**THE RECORDS**.
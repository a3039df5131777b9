//! The one memory model of a solve: what each method allocates, and the
//! limit it is held to ([`EigenParams::memory_limit`](super::EigenParams)).
//!
//! The estimates count the `f64` arrays a method holds at its peak, per
//! point of the grid (`n`) and per wanted level (`k`):
//!
//! | method | arrays at the peak |
//! | --- | --- |
//! | `Dense` | four n x n matrices (the matrix, its copy inside the QR, the vectors, the reduction) |
//! | `Tridiagonal` | k vectors, three work vectors per thread, four more |
//! | `Guided` | k vectors, per thread one LDL^T and four work vectors |
//! | `ShiftInvert` | the Lanczos basis (2 (k + 4) + 40 steps), the locked vectors and their refined copies (3 (k + 4)), one LDL^T |
//!
//! The `Tridiagonal` and `Guided` rows come to 8 bytes per point and level
//! (the level vectors themselves) plus a fixed number of work vectors; the
//! earlier model charged 24 bytes per point and level for the same path.
//! The limit defaults to half the machine's memory (`MemTotal` of
//! `/proc/meminfo`, Linux), and to 4 GiB where that cannot be read.

use super::params::Method;

/// Bytes in a GiB.
pub const GIB: usize = 1 << 30;

/// The limit where the machine's memory cannot be read: 4 GiB.
pub const FALLBACK_LIMIT: usize = 4 * GIB;

/// The machine's memory in bytes (`MemTotal` of `/proc/meminfo`), `None`
/// where it cannot be read (not Linux, no `/proc`).
pub fn machine_memory() -> Option<usize> {
    let text = std::fs::read_to_string("/proc/meminfo").ok()?;
    parse_meminfo(&text)
}

/// `MemTotal` in bytes from the text of `/proc/meminfo` (`MemTotal: 24576000 kB`).
pub fn parse_meminfo(text: &str) -> Option<usize> {
    let line = text.lines().find(|l| l.starts_with("MemTotal:"))?;
    let mut words = line["MemTotal:".len()..].split_whitespace();
    let value: usize = words.next()?.parse().ok()?;
    let unit = match words.next() {
        Some("kB") => 1024,
        None => 1,
        Some(_) => return None,
    };
    value.checked_mul(unit).filter(|&b| b > 0)
}

/// The default limit: half the machine's memory, or [`FALLBACK_LIMIT`].
pub fn default_limit() -> usize {
    machine_memory().map_or(FALLBACK_LIMIT, |m| m / 2)
}

/// Worker threads the parallel parts run on.
fn threads() -> usize {
    rayon::current_num_threads().max(1)
}

/// Bytes of an LDL^T factorisation of an n x n matrix of half-bandwidth p.
pub fn ldlt_bytes(n: usize, p: usize) -> usize {
    n.saturating_mul(8 * (2 * p + 2))
}

/// Bytes `method` (never `Auto`) holds at its peak for `count` levels of an
/// n x n problem of half-bandwidth `p`. Saturates instead of overflowing.
pub fn eigen_bytes(method: Method, n: usize, p: usize, count: usize) -> usize {
    let vectors = |m: usize| n.saturating_mul(8).saturating_mul(m);
    match method {
        Method::Dense => n.saturating_mul(n).saturating_mul(8 * 4),
        Method::Tridiagonal => vectors(count.saturating_add(3 * threads() + 4)),
        Method::Guided => vectors(count.saturating_add(4 * threads()))
            .saturating_add(ldlt_bytes(n, p).saturating_mul(threads())),
        Method::ShiftInvert | Method::Auto => {
            let steps = 2 * count.saturating_add(4) + 40;
            vectors(steps.saturating_add(3 * count.saturating_add(4)))
                .saturating_add(ldlt_bytes(n, p))
        }
    }
}

/// The message's figure: bytes in GB (10^9 bytes), one decimal.
pub fn gigabytes(bytes: f64) -> String {
    format!("{:.1} GB", bytes / 1e9)
}

#[cfg(test)]
mod tests {
    use super::*;

    #[test]
    fn meminfo_total_is_read_in_bytes() {
        // the format of proc(5), "MemTotal: N kB"
        let text = "MemTotal:       24576000 kB\nMemFree:  100 kB\n";
        assert_eq!(parse_meminfo(text), Some(24_576_000 * 1024));
        assert_eq!(parse_meminfo("MemFree: 1 kB\n"), None);
        assert_eq!(parse_meminfo("MemTotal: lots kB\n"), None);
        assert!(default_limit() >= GIB / 2);
    }

    #[test]
    fn estimates_grow_with_levels_and_saturate() {
        let one = eigen_bytes(Method::Tridiagonal, 1_000_000, 1, 1);
        let many = eigen_bytes(Method::Tridiagonal, 1_000_000, 1, 201);
        // 200 more levels are 200 more vectors of 8 bytes per point
        assert_eq!(many - one, 200 * 8 * 1_000_000);
        assert_eq!(eigen_bytes(Method::Dense, usize::MAX, 1, 1), usize::MAX);
        assert!(eigen_bytes(Method::ShiftInvert, 1000, 4, 10) > 1000 * 8 * 10);
    }
}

**WORK REQUEST**.
Copy out all of the data exactly, leaving nothing out.

**RESULT**.
repository a3039df5131777b9
//! The one memory model of a solve: what each method allocates, and the
//! limit it is held to ([`EigenParams::memory_limit`](super::EigenParams)).
//!
//! The estimates count the `f64` arrays a method holds at its peak, per
//! point of the grid (`n`) and per wanted level (`k`):
//!
//! | method | arrays at the peak |
//! | --- | --- |
//! | `Dense` | four n x n matrices (the matrix, its copy inside the QR, the vectors, the reduction) |
//! | `Tridiagonal` | k vectors, three work vectors per thread, four more |
//! | `Guided` | k vectors, per thread one LDL^T and four work vectors |
//! | `ShiftInvert` | the Lanczos basis (2 (k + 4) + 40 steps), the locked vectors and their refined copies (3 (k + 4)), one LDL^T |
//!
//! The `Tridiagonal` and `Guided` rows come to 8 bytes per point and level
//! (the level vectors themselves) plus a fixed number of work vectors; the
//! earlier model charged 24 bytes per point and level for the same path.
//! The limit defaults to half the machine's memory (`MemTotal` of
//! `/proc/meminfo`, Linux), and to 4 GiB where that cannot be read.

use super::params::Method;

/// Bytes in a GiB.
pub const GIB: usize = 1 << 30;

/// The limit where the machine's memory cannot be read: 4 GiB.
pub const FALLBACK_LIMIT: usize = 4 * GIB;

/// The machine's memory in bytes (`MemTotal` of `/proc/meminfo`), `None`
/// where it cannot be read (not Linux, no `/proc`).
pub fn machine_memory() -> Option<usize> {
    let text = std::fs::read_to_string("/proc/meminfo").ok()?;
    parse_meminfo(&text)
}

/// `MemTotal` in bytes from the text of `/proc/meminfo` (`MemTotal: 24576000 kB`).
pub fn parse_meminfo(text: &str) -> Option<usize> {
    let line = text.lines().find(|l| l.starts_with("MemTotal:"))?;
    let mut words = line["MemTotal:".len()..].split_whitespace();
    let value: usize = words.next()?.parse().ok()?;
    let unit = match words.next() {
        Some("kB") => 1024,
        None => 1,
        Some(_) => return None,
    };
    value.checked_mul(unit).filter(|&b| b > 0)
}

/// The default limit: half the machine's memory, or [`FALLBACK_LIMIT`].
pub fn default_limit() -> usize {
    machine_memory().map_or(FALLBACK_LIMIT, |m| m / 2)
}

/// Worker threads the parallel parts run on.
fn threads() -> usize {
    rayon::current_num_threads().max(1)
}

/// Bytes of an LDL^T factorisation of an n x n matrix of half-bandwidth p.
pub fn ldlt_bytes(n: usize, p: usize) -> usize {
    n.saturating_mul(8 * (2 * p + 2))
}

/// Bytes `method` (never `Auto`) holds at its peak for `count` levels of an
/// n x n problem of half-bandwidth `p`. Saturates instead of overflowing.
pub fn eigen_bytes(method: Method, n: usize, p: usize, count: usize) -> usize {
    let vectors = |m: usize| n.saturating_mul(8).saturating_mul(m);
    match method {
        Method::Dense => n.saturating_mul(n).saturating_mul(8 * 4),
        Method::Tridiagonal => vectors(count.saturating_add(3 * threads() + 4)),
        Method::Guided => vectors(count.saturating_add(4 * threads()))
            .saturating_add(ldlt_bytes(n, p).saturating_mul(threads())),
        Method::ShiftInvert | Method::Auto => {
            let steps = 2 * count.saturating_add(4) + 40;
            vectors(steps.saturating_add(3 * count.saturating_add(4)))
                .saturating_add(ldlt_bytes(n, p))
        }
    }
}

/// The message's figure: bytes in GB (10^9 bytes), one decimal.
pub fn gigabytes(bytes: f64) -> String {
    format!("{:.1} GB", bytes / 1e9)
}

#[cfg(test)]
mod tests {
    use super::*;

    #[test]
    fn meminfo_total_is_read_in_bytes() {
        // the format of proc(5), "MemTotal: N kB"
        let text = "MemTotal:       24576000 kB\nMemFree:  100 kB\n";
        assert_eq!(parse_meminfo(text), Some(24_576_000 * 1024));
        assert_eq!(parse_meminfo("MemFree: 1 kB\n"), None);
        assert_eq!(parse_meminfo("MemTotal: lots kB\n"), None);
        assert!(default_limit() >= GIB / 2);
    }

    #[test]
    fn estimates_grow_with_levels_and_saturate() {
        let one = eigen_bytes(Method::Tridiagonal, 1_000_000, 1, 1);
        let many = eigen_bytes(Method::Tridiagonal, 1_000_000, 1, 201);
        // 200 more levels are 200 more vectors of 8 bytes per point
        assert_eq!(many - one, 200 * 8 * 1_000_000);
        assert_eq!(eigen_bytes(Method::Dense, usize::MAX, 1, 1), usize::MAX);
        assert!(eigen_bytes(Method::ShiftInvert, 1000, 4, 10) > 1000 * 8 * 10);
    }
}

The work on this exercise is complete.